The case for regulation of other access platforms, however, is not as clear-cut.
For example, unlike the copper network, digital platforms are likely to be
characterised by greater degrees of competition and new entry over time.
Digital networks will have enormous carrying capacity – for example, digital
cable networks are expected to have nearly ten times the capacity of that
currently available on analogue Pay TV networks. It is also likely that over
time competition between different digital platforms will intensify, providing
even greater choices and benefits to consumers.
Digital platform providers therefore have a choice. They can take the early
initiative in opening up their networks for digital services, thereby creating
significant opportunities and benefits for both themselves and their customers
or they can take the regressive step of maintaining closed shops - and then
facing the diversity of demands from service providers, governments and
customers for regulatory intervention.
In the Commission’s view, regulation of other digital platforms will only need
to be considered where commercial forces are being deliberately undermined
and where the objective of an open access environment is being stifled.
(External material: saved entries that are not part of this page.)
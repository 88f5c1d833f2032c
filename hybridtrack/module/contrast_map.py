"""Thresholds pixel by pixel, kept in an HDF5 file beside the module file that names it: layout
`hybridtrack-contrast-map`, version 1.

    /on_threshold, /off_threshold, /on_sigma, /off_sigma    float32 (rows, columns), natural log, NaN where unknown
"""

import hashlib
from dataclasses import dataclass
from pathlib import Path

import h5py
import numpy as np

from hybridtrack.errors import FileFormatError, MissingFileError, ModuleMismatchError
from hybridtrack.files import replacing
from hybridtrack.module.hybrid_module import HybridModule

Array = np.ndarray

LAYOUT = "hybridtrack-contrast-map"
NAMES = ("on_threshold", "off_threshold", "on_sigma", "off_sigma")


@dataclass(frozen=True, eq=False)
class ContrastMap:
    """Thresholds and their deviations, each (rows, columns) of the event grid, NaN where unknown."""

    on_threshold: Array
    off_threshold: Array
    on_sigma: Array
    off_sigma: Array


def sha256_of(path: Path) -> str:
    """Digest of a file's bytes."""
    return hashlib.sha256(path.read_bytes()).hexdigest()


def save_contrast_map(contrast_map: ContrastMap, path: Path | str) -> str:
    """Write a map atomically; returns the digest to be named in the module file."""
    with replacing(path) as temporary, h5py.File(temporary, "w") as file:
        file.attrs["format"], file.attrs["version"] = LAYOUT, 1
        for name in NAMES:
            values = np.asarray(getattr(contrast_map, name), np.float32)
            file.create_dataset(name, data=values, compression="gzip", shuffle=True)
    return sha256_of(Path(path))


def load_contrast_map(module: HybridModule, module_path: Path | str) -> ContrastMap | None:
    """The map that a module read from `module_path` names, or None where it names none.

    Raises MissingFileError, FileFormatError (not such a map, or not the one that the module was saved with) and
    ModuleMismatchError (of another event grid).
    """
    contrast = module.contrast
    if contrast is None or contrast.map_file is None:
        return None
    path = Path(module_path).parent / contrast.map_file
    if not path.is_file():
        raise MissingFileError(f"{path}: expected the threshold map that {module_path} names, found no such file")
    if contrast.map_sha256 is not None and sha256_of(path) != contrast.map_sha256:
        raise FileFormatError(f"{path}: is not the threshold map that {module_path} was saved with (SHA-256 differs)")
    try:
        with h5py.File(path, "r") as file:
            if file.attrs.get("format") != LAYOUT or int(file.attrs.get("version", 0)) != 1:
                raise FileFormatError(f"{path}: format '{LAYOUT}', version 1 is required")
            found = ContrastMap(*(np.asarray(file[name], float) for name in NAMES))
    except (OSError, KeyError) as error:
        raise FileFormatError(f"{path}: is not a threshold map that can be read ({error})") from None
    if found.on_threshold.shape != module.event_grid.shape:
        raise ModuleMismatchError(
            f"{path}: a map of the module's event grid {module.event_grid.shape} is required, got one of "
            f"{found.on_threshold.shape} (rows, columns)"
        )
    return found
Legitimate market drivers should be given the opportunity to do their job.
The regulatory framework
The regulatory framework itself is currently under review. Indeed, the
Productivity Commission will release later this week the draft report of its
current review of the telecommunications-specific competition provisions in
the Trade Practices Act and other regulation. The review team has been
considering issues as fundamental as whether industry-specific regulation
should be retained for telecommunications and, if so, in what form.
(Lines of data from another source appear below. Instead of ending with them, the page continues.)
"""The map from the event grid to the colour array: nominal lattice, or calibrated affine map with a radial term."""

import numpy as np
from pydantic import Field

from hybridtrack.module.layout import Array, Cluster, ColourArray, EventGrid, Part


class LatticeTest(Part):
    """Whether the affine map agrees with the die's lattice, and the p-value of that test."""

    consistent: bool | None = None
    p_value: float | None = Field(default=None, ge=0, le=1)


class ColourFromEvent(Part):
    """Calibrated map: `(x, y, 1)` to `(u, v)` by `matrix` (centroid included), then a radial move.

    With `radial` k the position moves by `k * r^2 * (p - centre)`, r in units of half the array's diagonal.
    """

    matrix: tuple[tuple[float, float, float], tuple[float, float, float]]
    centroid: tuple[float, float] | None = None
    radial: float = 0.0
    centre: tuple[float, float] | None = None
    lattice: LatticeTest | None = None


def nominal_matrix(cluster: Cluster, grid: EventGrid) -> Array:
    """The (2, 3) matrix of the nominal lattice: cluster pitch, mirroring and clear site, no centroid."""
    clear = cluster.clear_site if cluster.clear_site is not None else (0, 0)
    sign_x, sign_y = (-1.0 if grid.mirror_x else 1.0), (-1.0 if grid.mirror_y else 1.0)
    u0 = clear[0] + (cluster.width * (grid.width - 1) if grid.mirror_x else 0)
    v0 = clear[1] + (cluster.height * (grid.height - 1) if grid.mirror_y else 0)
    return np.array([[sign_x * cluster.width, 0.0, u0], [0.0, sign_y * cluster.height, v0]])


def apply_event_map(matrix: Array, xy: Array, radial: float, centre: Array, half_diagonal_px: float) -> Array:
    """Map event-grid positions (..., 2) to the colour array (..., 2)."""
    matrix = np.asarray(matrix, float)
    uv = np.asarray(xy, float) @ matrix[:, :2].T + matrix[:, 2]
    if radial:
        offset = uv - centre
        uv = uv + radial * np.sum((offset / half_diagonal_px) ** 2, axis=-1, keepdims=True) * offset
    return uv


def invert_event_map(matrix: Array, uv: Array, radial: float, centre: Array, half_diagonal_px: float) -> Array:
    """Map colour-array positions (..., 2) to the event grid (..., 2).

    The radial move is thousandths of a pixel to a few pixels, so that a fixed-point iteration converges in a few
    steps.
    """
    uv = np.asarray(uv, float)
    straight = uv
    if radial:
        for _ in range(20):
            offset = straight - centre
            straight = uv - radial * np.sum((offset / half_diagonal_px) ** 2, axis=-1, keepdims=True) * offset
    matrix = np.asarray(matrix, float)
    return (straight - matrix[:, 2]) @ np.linalg.inv(matrix[:, :2]).T


def map_terms(
    calibrated: ColourFromEvent | None, cluster: Cluster, grid: EventGrid, array: ColourArray
) -> tuple[Array, float, Array]:
    """Return matrix (2, 3), radial and centre (2,) of the calibrated map, or of the nominal one."""
    middle = np.array([(array.width - 1) / 2.0, (array.height - 1) / 2.0])
    if calibrated is None:
        return nominal_matrix(cluster, grid), 0.0, middle
    centre = middle if calibrated.centre is None else np.asarray(calibrated.centre, float)
    return np.asarray(calibrated.matrix, float), calibrated.radial, centre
The Commission has expressed its views on these matters to the Productivity
Commission in a number of formal submissions. We have drawn on our
experience in implementing the provisions over the last four years to indicate
where we believe amendments to the provisions would improve the speed and
effectiveness with which they operate. Many of these relate to the causes of
disputation within the industry and the processes by which disputes are
arbitrated by the Commission.
More importantly, we have reiterated our conviction that market forces,
operating through competitive structures, are the best way of promoting the
long-term interests of end-users in this, as in any other, market. However,
where industry characteristics and structures prevent the effective operation
of competition, we believe that regulation will continue to be required. As I
noted previously, both monopolistic and oligopolistic structures are still
apparent and are not likely to change quickly. In such an environment,
appropriate access and anti-competitive conduct regulation will be required in
order to protect and enhance the competitive environment.
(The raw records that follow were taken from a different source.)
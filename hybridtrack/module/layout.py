"""What a hybrid module's die looks like: colour array, clusters, event grid and the frames that come off it.

Positions on the colour array are `(u, v)`, on the event grid `(x, y)`: right and down, integers at pixel centres.
"""

from typing import Literal

import numpy as np
from pydantic import BaseModel, ConfigDict, Field, model_validator

Array = np.ndarray


class Part(BaseModel):
    """A part of a document: frozen, and keeping fields it does not know."""

    model_config = ConfigDict(frozen=True, extra="allow", allow_inf_nan=False)


class ColourArray(Part):
    """Size of the colour array in colour pixels."""

    width: int = Field(gt=0)
    height: int = Field(gt=0)

    @property
    def half_diagonal_px(self) -> float:
        """Half the array's diagonal, the unit of radius in radial map terms."""
        return 0.5 * float(np.hypot(self.width, self.height))


class Cluster(Part):
    """The small block of colour pixels that holds one clear-filter pixel.

    `clear_site` is `[column, row]` inside the cluster, counted in colour-array orientation.
    """

    width: int = Field(gt=0)
    height: int = Field(gt=0)
    filters: list[str] | None = None
    clear_site: tuple[int, int] | None = None

    @model_validator(mode="after")
    def _inside(self) -> "Cluster":
        if self.clear_site is not None:
            column, row = self.clear_site
            if not (0 <= column < self.width and 0 <= row < self.height):
                raise ValueError(f"clear_site must lie inside the {self.width}x{self.height} cluster")
        if self.filters is not None and (
            len(self.filters) != self.height or any(len(line) != self.width for line in self.filters)
        ):
            raise ValueError(f"filters must be {self.height} strings of {self.width} letters")
        return self


class EventGrid(Part):
    """Size and mirroring of the event grid against the colour array."""

    width: int = Field(gt=0, le=65536)
    height: int = Field(gt=0, le=65536)
    mirror_x: bool = False
    mirror_y: bool = False

    @property
    def shape(self) -> tuple[int, int]:
        """(rows, columns)."""
        return self.height, self.width


class FrameMode(Part):
    """How frames are read off the colour array: crop and binning, mosaic, shutter and response."""

    width: int = Field(gt=0)
    height: int = Field(gt=0)
    binning: int = Field(default=1, gt=0)
    crop: tuple[int, int] = (0, 0)
    mosaic: str = "none"
    clear_in_frame: Literal["included", "filled", "omitted"] = "included"
    shutter: Literal["rolling", "global"] = "rolling"
    row_order: Literal[1, -1] = 1
    response: Literal["linear", "gamma"] = "linear"
    black_dn: float = 0.0
    white_dn: float = 255.0

    @model_validator(mode="after")
    def _levels(self) -> "FrameMode":
        if self.white_dn <= self.black_dn:
            raise ValueError("white_dn must lie above black_dn")
        if min(self.crop) < 0:
            raise ValueError("crop must not be negative")
        return self

    @property
    def shape(self) -> tuple[int, int]:
        """(rows, columns)."""
        return self.height, self.width

    def read_order(self, row: Array) -> Array:
        """Return how many rows were read before `row` (any shape), by `row_order`."""
        rows = np.asarray(row, dtype=float)
        return rows if self.row_order == 1 else self.height - 1 - rows

    def colour_from_frame(self, xy_frame: Array) -> Array:
        """Map frame positions (..., 2) to colour-array positions of the full bins' centres (..., 2)."""
        return np.asarray(self.crop, float) + self.binning * (np.asarray(xy_frame, float) + 0.5) - 0.5

    def frame_from_colour(self, uv: Array) -> Array:
        """Inverse of `colour_from_frame`."""
        return (np.asarray(uv, float) - np.asarray(self.crop, float) + 0.5) / self.binning - 0.5


def clear_in_bin(mode: FrameMode, cluster: Cluster) -> tuple[Array, Array]:
    """Count the clear sites in each frame pixel's bin and sum their positions.

    Returns `count` (height, width) and `offset_sum` (height, width, 2): the sum over the bin's clear sites of
    their position minus the bin's centre, in colour px. Both are zero where the clear site is not known.
    """
    count = np.zeros(mode.shape)
    offset_sum = np.zeros((*mode.shape, 2))
    if cluster.clear_site is None:
        return count, offset_sum
    steps = np.arange(mode.binning)
    u = mode.crop[0] + mode.binning * np.arange(mode.width)[:, None] + steps
    v = mode.crop[1] + mode.binning * np.arange(mode.height)[:, None] + steps
    clear_u = (u % cluster.width == cluster.clear_site[0]).astype(float)
    clear_v = (v % cluster.height == cluster.clear_site[1]).astype(float)
    centred = steps - 0.5 * (mode.binning - 1)
    count[:] = clear_v.sum(1)[:, None] * clear_u.sum(1)
    offset_sum[..., 0] = clear_v.sum(1)[:, None] * (clear_u @ centred)
    offset_sum[..., 1] = (clear_v @ centred)[:, None] * clear_u.sum(1)
    return count, offset_sum


def frame_pixel_centres(mode: FrameMode, cluster: Cluster) -> Array:
    """Colour-array position (height, width, 2) of the light that each frame pixel averages.

    Equal to the full bin's centre, but where clear sites are omitted: there it is the mean of the pixels that
    contribute, 0.167 px off on each axis for a 2x2 bin with one clear site. A bin that is nothing but clear sites
    has no such pixels, and must have been filled: its centre is the bin's.
    """
    columns, rows = np.meshgrid(np.arange(mode.width), np.arange(mode.height))
    centres = mode.colour_from_frame(np.stack([columns, rows], axis=-1))
    if mode.clear_in_frame == "omitted":
        count, offset_sum = clear_in_bin(mode, cluster)
        remaining = mode.binning**2 - count
        centres -= offset_sum / np.maximum(remaining, 1.0)[..., None] * (remaining > 0)[..., None]
    return centres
Like all of you, we are looking forward to examining the outcomes of the
Productivity Commission’s deliberations.
Conclusion
The telecommunications market is still a market in transition. I believe there
is still a job to do to ensure that competition can continue to develop and
flourish.
The future of the telecommunications industry in Australia is about
competition. The current regulation establishes the mechanisms for achieving
both facilities-based and access-based competition and the efficient balance
between them, and for ensuring that anti-competitive conduct is subject to
swift sanctions. The Commission has shown that it is prepared to pursue a
hard line where it believes that is necessary (as in the case of ADSL rollout),
but to adopt more light-handed solutions where those are warranted. The
draft principles for the regulation of mobile termination charges are an
example of the latter.
Similarly, our stance on digital cable services is one of allowing incumbent
operators to take the initiative to establish access arrangements which benefit
themselves and potential access seekers, rather than to mandate access
through regulation.
I believe that this flexible, responsive approach will continue to serve well the
telecommunications industry and Australians generally.